[Saved entries]
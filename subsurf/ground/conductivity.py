"""Pore-water conductivity (temperature correction, TDS, salinity) and bulk soil conductivity.

Bulk conductivity follows Archie (1942) for the pore-water path, and Waxman & Smits
(1968) to add clay surface conduction, its clay counter-ion term derived from the
clay fraction through a cation-exchange capacity (common practice, see
:func:`cec_from_clay`).  Waxman–Smits reduces to Archie when the clay term vanishes.
"""

from __future__ import annotations

from typing import Literal

import numpy as np

from ..errors import InputError, check_nonnegative, check_positive, check_range
from ..quantities import accepts_quantities
from ._validity import PARTICLE_DENSITY_RANGE, check_density
from .clay import (
    CLAY_CEC,
    CLAY_MINERAL_CEC,
    SURFACE_CONDUCTANCE_TEMPERATURE_COEFFICIENT,
    clay_cec_of_mineral,
)
from .water import _temperature, salinity_from_conductivity

__all__ = [
    "ec_from_ec25",
    "ec25_from_ec",
    "ec25_from_tds",
    "salinity_from_ec25",
    "archie_conductivity",
    "waxman_smits_b",
    "qv_from_cec",
    "cec_from_clay",
    "waxman_smits_conductivity",
    "EC_TEMPERATURE_COEFFICIENT",
    "TDS_FACTOR",
    "CLAY_CEC",
    "CLAY_MINERAL_CEC",
    "clay_cec_of_mineral",
    "SURFACE_CONDUCTANCE_TEMPERATURE_COEFFICIENT",
]

#: Linear temperature coefficient of natural-water EC, 1/°C (common practice 2 %/°C;
#: Hayashi 2004 measured 0.0187–0.0198 /°C for natural waters).
EC_TEMPERATURE_COEFFICIENT = 0.02

#: TDS[mg/L] ≈ TDS_FACTOR · EC25[µS/cm] (common practice; 0.55–0.7 depending on the ions).
TDS_FACTOR = 0.64

def _out(x):
    return x[()] if isinstance(x, np.ndarray) and x.ndim == 0 else x


def _temperature_factor(t, a):
    """1 + α(T − 25), refused where it is not positive (steep α at low T would flip the sign)."""
    factor = 1.0 + a * (t - 25.0)
    if np.any(factor <= 0):
        tb, ab = np.broadcast_arrays(t, a)
        i = np.flatnonzero(np.broadcast_to(factor <= 0, tb.shape))[0]
        raise InputError(
            f"alpha {ab.ravel()[i]:.6g} /°C at temp_c {tb.ravel()[i]:.6g} °C gives a non-positive "
            "correction factor 1 + alpha·(T − 25); allowed: alpha < 1/(25 − T) (0.02 is common practice)")
    return factor


def ec_from_ec25(ec25, temp_c, *, alpha=EC_TEMPERATURE_COEFFICIENT):
    """Water conductivity at ``temp_c`` from its value referred to 25 °C.

    Parameters
    ----------
    ec25 : float or array_like
        Conductivity at 25 °C in S/m, >= 0.
    temp_c : float or array_like
        Temperature in °C, >= 0 (liquid water).
    alpha : float
        Linear temperature coefficient per °C, 0–0.05 (default 0.02: common practice).

    Returns
    -------
    float or ndarray
        EC(T) = EC25·[1 + α(T − 25)] in S/m.

    Notes
    -----
    Linear compensation; Hayashi (2004) found α = 0.0187–0.0198 /°C for natural waters
    between 0 and 30 °C, so the common-practice 2 %/°C is within about 1 % there.

    References
    ----------
    Hayashi, M. (2004). Temperature-electrical conductivity relation of water for
    environmental monitoring and geophysical data inversion. Environ. Monit. Assess.,
    96, 119–128. doi:10.1023/B:EMAS.0000031719.83065.68
    """
    ec = check_nonnegative("ec25", ec25, unit="S/m")
    t = _temperature(temp_c)
    a = check_range("alpha", alpha, 0.0, 0.05, unit="1/°C")
    return _out(ec * _temperature_factor(t, a))


def ec25_from_ec(ec, temp_c, *, alpha=EC_TEMPERATURE_COEFFICIENT):
    """Refer a water conductivity measured at ``temp_c`` to 25 °C (inverse of :func:`ec_from_ec25`).

    Parameters
    ----------
    ec : float or array_like
        Conductivity at ``temp_c`` in S/m, >= 0.
    temp_c : float or array_like
        Temperature in °C, >= 0.
    alpha : float
        Linear temperature coefficient per °C, 0–0.05 (default 0.02, common practice).

    Returns
    -------
    float or ndarray
        EC25 = EC/[1 + α(T − 25)] in S/m.

    Notes
    -----
    See :func:`ec_from_ec25`.

    References
    ----------
    Hayashi, M. (2004). Environ. Monit. Assess., 96, 119–128.
    doi:10.1023/B:EMAS.0000031719.83065.68
    """
    e = check_nonnegative("ec", ec, unit="S/m")
    t = _temperature(temp_c)
    a = check_range("alpha", alpha, 0.0, 0.05, unit="1/°C")
    return _out(e / _temperature_factor(t, a))


def ec25_from_tds(tds, *, factor=TDS_FACTOR):
    """Water conductivity at 25 °C from total dissolved solids.

    Parameters
    ----------
    tds : float or array_like
        Total dissolved solids in kg/m³ (= g/L), >= 0.
    factor : float
        TDS[mg/L] per EC[µS/cm], 0.4–1.0 (default 0.64, common practice).

    Returns
    -------
    float or ndarray
        EC25 in S/m: EC25[µS/cm] = TDS[mg/L]/factor, i.e. 0.156 S/m per kg/m³ by default.

    Notes
    -----
    Common-practice conversion; the factor depends on the ionic composition
    (about 0.55–0.7 for natural waters).

    References
    ----------
    Common practice (e.g. water-quality field manuals); no single published source.
    """
    t = check_nonnegative("tds", tds, unit="kg/m³")
    k = check_range("factor", factor, 0.4, 1.0)
    # TDS in mg/L = 1000 * kg/m³; EC in µS/cm = 1e-4 S/m.
    return _out(1000.0 * t / k * 1e-4)


def salinity_from_ec25(ec25):
    """Practical salinity equivalent of a pore-water EC referred to 25 °C.

    Parameters
    ----------
    ec25 : float or array_like
        Conductivity at 25 °C in S/m, >= 0.

    Returns
    -------
    float or ndarray
        Practical salinity (sea-salt equivalent) for the Debye water model.

    Notes
    -----
    Inverts PSS-78 at 25 °C via :func:`subsurf.soil.water.salinity_from_conductivity`.

    References
    ----------
    UNESCO (1983). Unesco Technical Papers in Marine Science 44.
    """
    return salinity_from_conductivity(ec25, 25.0)


@accepts_quantities(
    water_conductivity="S/m",
    porosity="dimensionless",
    saturation="dimensionless",
    a="dimensionless",
    m="dimensionless",
    n="dimensionless",
)
def archie_conductivity(water_conductivity, porosity, saturation=1.0, a=1.0, m=2.0, n=2.0):
    """Bulk conductivity of a clean (clay-free) porous medium, Archie's law.

    Parameters
    ----------
    water_conductivity : float or array_like
        Pore-water conductivity σ_w in S/m, >= 0.
    porosity : float or array_like
        Porosity φ, 0–1.
    saturation : float or array_like
        Water saturation S = θ/φ, 0–1.
    a : float or array_like
        Tortuosity factor, > 0 (1 by default).
    m : float or array_like
        Cementation exponent, 1–5 (2 for consolidated rock; about 1.3–1.5 for
        unconsolidated sands, common practice).
    n : float or array_like
        Saturation exponent, 1–5 (about 2).

    Returns
    -------
    float or ndarray
        σ = σ_w φ^m S^n / a in S/m, broadcast over all inputs.

    Notes
    -----
    Archie (1942), written for conductivity; surface conduction is neglected.

    References
    ----------
    Archie, G. E. (1942). The electrical resistivity log as an aid in determining some
    reservoir characteristics. Trans. AIME, 146(1), 54–62. doi:10.2118/942054-G
    """
    sw = check_nonnegative("water_conductivity", water_conductivity, unit="S/m")
    p = check_range("porosity", porosity, 0.0, 1.0)
    s = check_range("saturation", saturation, 0.0, 1.0)
    aa = check_positive("a", a)
    mm = check_range("m", m, 1.0, 5.0)
    nn = check_range("n", n, 1.0, 5.0)
    return _out(sw * p**mm * s**nn / aa)


def waxman_smits_b(water_conductivity, *, form: Literal["waxman-thomas-1974", "waxman-smits-1968"]
                   = "waxman-thomas-1974"):
    """Equivalent counter-ion conductance B of the Waxman–Smits model at 25 °C.

    Parameters
    ----------
    water_conductivity : float or array_like
        Pore-water conductivity σ_w in S/m, >= 0.
    form : {"waxman-thomas-1974", "waxman-smits-1968"}
        Which published fit of B(σ_w) to use.  The default, the revised fit of
        Waxman & Thomas (1974), gives a lower B in fresh pore water than the original
        1968 fit (0.65 against 1.84 (S/m)/(meq/cm³) as σ_w → 0), which matters for the
        fresh-to-brackish pore water of near-surface soils.

    Returns
    -------
    float or ndarray
        B in S·m²/eq (multiply by Q_v in eq/m³ to get S/m).

    Notes
    -----
    Waxman & Thomas (1974): B = 3.83 [1 − 0.83 exp(−0.5 σ_w)] (S/m)/(meq/cm³);
    Waxman & Smits (1968): B = 4.6 [1 − 0.6 exp(−σ_w/1.3)] (S/m)/(meq/cm³);
    σ_w in S/m; 1 (S/m)/(meq/cm³) = 1e-3 S·m²/eq.  Both at 25 °C (constants from
    memory of the published fits; the temperature dependence of B is neglected).

    References
    ----------
    Waxman, M. H., & Smits, L. J. M. (1968). Electrical conductivities in oil-bearing
    shaly sands. SPE Journal, 8(2), 107–122. doi:10.2118/1863-A
    Waxman, M. H., & Thomas, E. C. (1974). Electrical conductivities in shaly sands —
    I. The relation between hydrocarbon saturation and resistivity index; II. The
    temperature coefficient of electrical conductivity. J. Petroleum Technology 26(2),
    213–225. doi:10.2118/4094-PA
    """
    sw = check_nonnegative("water_conductivity", water_conductivity, unit="S/m")
    if form == "waxman-thomas-1974":
        return _out(3.83e-3 * (1.0 - 0.83 * np.exp(-0.5 * sw)))
    if form == "waxman-smits-1968":
        return _out(4.6e-3 * (1.0 - 0.6 * np.exp(-sw / 1.3)))
    raise InputError(f"form must be 'waxman-thomas-1974' or 'waxman-smits-1968', got {form!r}")


def cec_from_clay(clay, *, clay_cec=CLAY_CEC):
    """Cation-exchange capacity of a soil from its clay mass fraction (common practice).

    Parameters
    ----------
    clay : float or array_like
        Clay mass fraction, 0–1.
    clay_cec : float or array_like
        CEC of the clay itself in eq/kg (mol(+)/kg), 0–2; default 0.5 (common practice).

    Returns
    -------
    float or ndarray
        Soil CEC in eq/kg (1 eq/kg = 100 cmol(+)/kg = 1 meq/g).

    Notes
    -----
    CEC = clay·CEC_clay: the clay fraction is taken as the only exchanger (organic
    matter neglected); a common-practice rule, not a published regression.

    References
    ----------
    Common practice; mineral CEC ranges from standard soil-science texts
    (e.g. Sposito, G. (2008). The Chemistry of Soils, 2nd ed., Oxford Univ. Press).
    """
    c = check_range("clay", clay, 0.0, 1.0)
    k = check_range("clay_cec", clay_cec, 0.0, 2.0, unit="eq/kg")
    return _out(c * k)


def qv_from_cec(cec, porosity, particle_density=2660.0):
    """Cation-exchange capacity per unit pore volume, Q_v of Waxman & Smits (1968).

    Parameters
    ----------
    cec : float or array_like
        Cation-exchange capacity of the dry solid in eq/kg, >= 0.
    porosity : float or array_like
        Porosity φ, 0 < φ <= 1.
    particle_density : float or array_like
        Grain density in kg/m³, > 0.

    Returns
    -------
    float or ndarray
        Q_v = CEC ρ_s (1 − φ)/φ in eq/m³ (1 meq/cm³ = 1000 eq/m³).

    Notes
    -----
    Definition used by Waxman & Smits (1968).

    References
    ----------
    Waxman, M. H., & Smits, L. J. M. (1968). SPE Journal, 8(2), 107–122. doi:10.2118/1863-A
    """
    c = check_nonnegative("cec", cec, unit="eq/kg")
    p = check_range("porosity", porosity, 0.0, 1.0)
    if np.any(p == 0):
        raise InputError("porosity must be > 0 for Q_v, got 0; allowed range 0 < porosity <= 1")
    rs = check_density("particle_density", particle_density, *PARTICLE_DENSITY_RANGE)
    return _out(c * rs * (1.0 - p) / p)


def waxman_smits_conductivity(water_conductivity, porosity, saturation=1.0, *, qv=0.0,
                              a=1.0, m=2.0, n=2.0,
                              b_form: Literal["waxman-thomas-1974", "waxman-smits-1968"]
                              = "waxman-thomas-1974", temp_c=25.0):
    """Bulk conductivity with clay surface conduction, Waxman & Smits (1968).

    Parameters
    ----------
    water_conductivity : float or array_like
        Pore-water conductivity σ_w in S/m, >= 0.
    porosity : float or array_like
        Porosity φ, 0–1.
    saturation : float or array_like
        Water saturation S, 0–1.
    qv : float or array_like
        Exchange cations per pore volume in eq/m³ (see :func:`qv_from_cec`), >= 0.
    a, m, n : float or array_like
        Archie parameters as in :func:`archie_conductivity`.
    b_form : {"waxman-thomas-1974", "waxman-smits-1968"}
        Published fit for the counter-ion conductance B (see :func:`waxman_smits_b`).
    temp_c : float or array_like
        Temperature of the ground in °C (default 25, the temperature of the B fits).
        B is evaluated at the pore-water conductivity referred to 25 °C and scaled by
        1 + 0.02(T − 25) (:data:`SURFACE_CONDUCTANCE_TEMPERATURE_COEFFICIENT`), so the
        clay term follows temperature as the pore-water term does.

    Returns
    -------
    float or ndarray
        σ = φ^m S^(n−1) (S σ_w + B Q_v)/a in S/m; equals Archie when Q_v = 0.

    Notes
    -----
    σ = (φ^m S^n / a)(σ_w + B Q_v/S), with B from :func:`waxman_smits_b`, written
    without the division so that S = 0 gives 0.

    References
    ----------
    Waxman, M. H., & Smits, L. J. M. (1968). Electrical conductivities in oil-bearing
    shaly sands. SPE Journal, 8(2), 107–122. doi:10.2118/1863-A
    """
    sw = check_nonnegative("water_conductivity", water_conductivity, unit="S/m")
    p = check_range("porosity", porosity, 0.0, 1.0)
    s = check_range("saturation", saturation, 0.0, 1.0)
    q = check_nonnegative("qv", qv, unit="eq/m³")
    aa = check_positive("a", a)
    mm = check_range("m", m, 1.0, 5.0)
    nn = check_range("n", n, 1.0, 5.0)
    t = _temperature(temp_c)
    tf = _temperature_factor(t, SURFACE_CONDUCTANCE_TEMPERATURE_COEFFICIENT)
    b = waxman_smits_b(sw / tf, form=b_form) * tf
    if np.any(q > 0):
        from ._validity import warn_validity

        # Waxman & Smits (1968) cores: Qv up to about 1.5 meq/cm³ = 1500 eq/m³ (from memory)
        warn_validity("Waxman & Smits (1968) clay conduction", [("Q_v", q, 0.0, 1500.0, "eq/m³")])
    return _out(p**mm * s ** (nn - 1.0) * (s * sw + b * q) / aa)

▸ What the task asks
When a line of the records has the word "Hayashi", pick it out and copy it.

▸ Solution to this exercise
#: Hayashi 2004 measured 0.0187–0.0198 /°C for natural waters).
    Linear compensation; Hayashi (2004) found α = 0.0187–0.0198 /°C for natural waters
    Hayashi, M. (2004). Temperature-electrical conductivity relation of water for
    Hayashi, M. (2004). Environ. Monit. Assess., 96, 119–128.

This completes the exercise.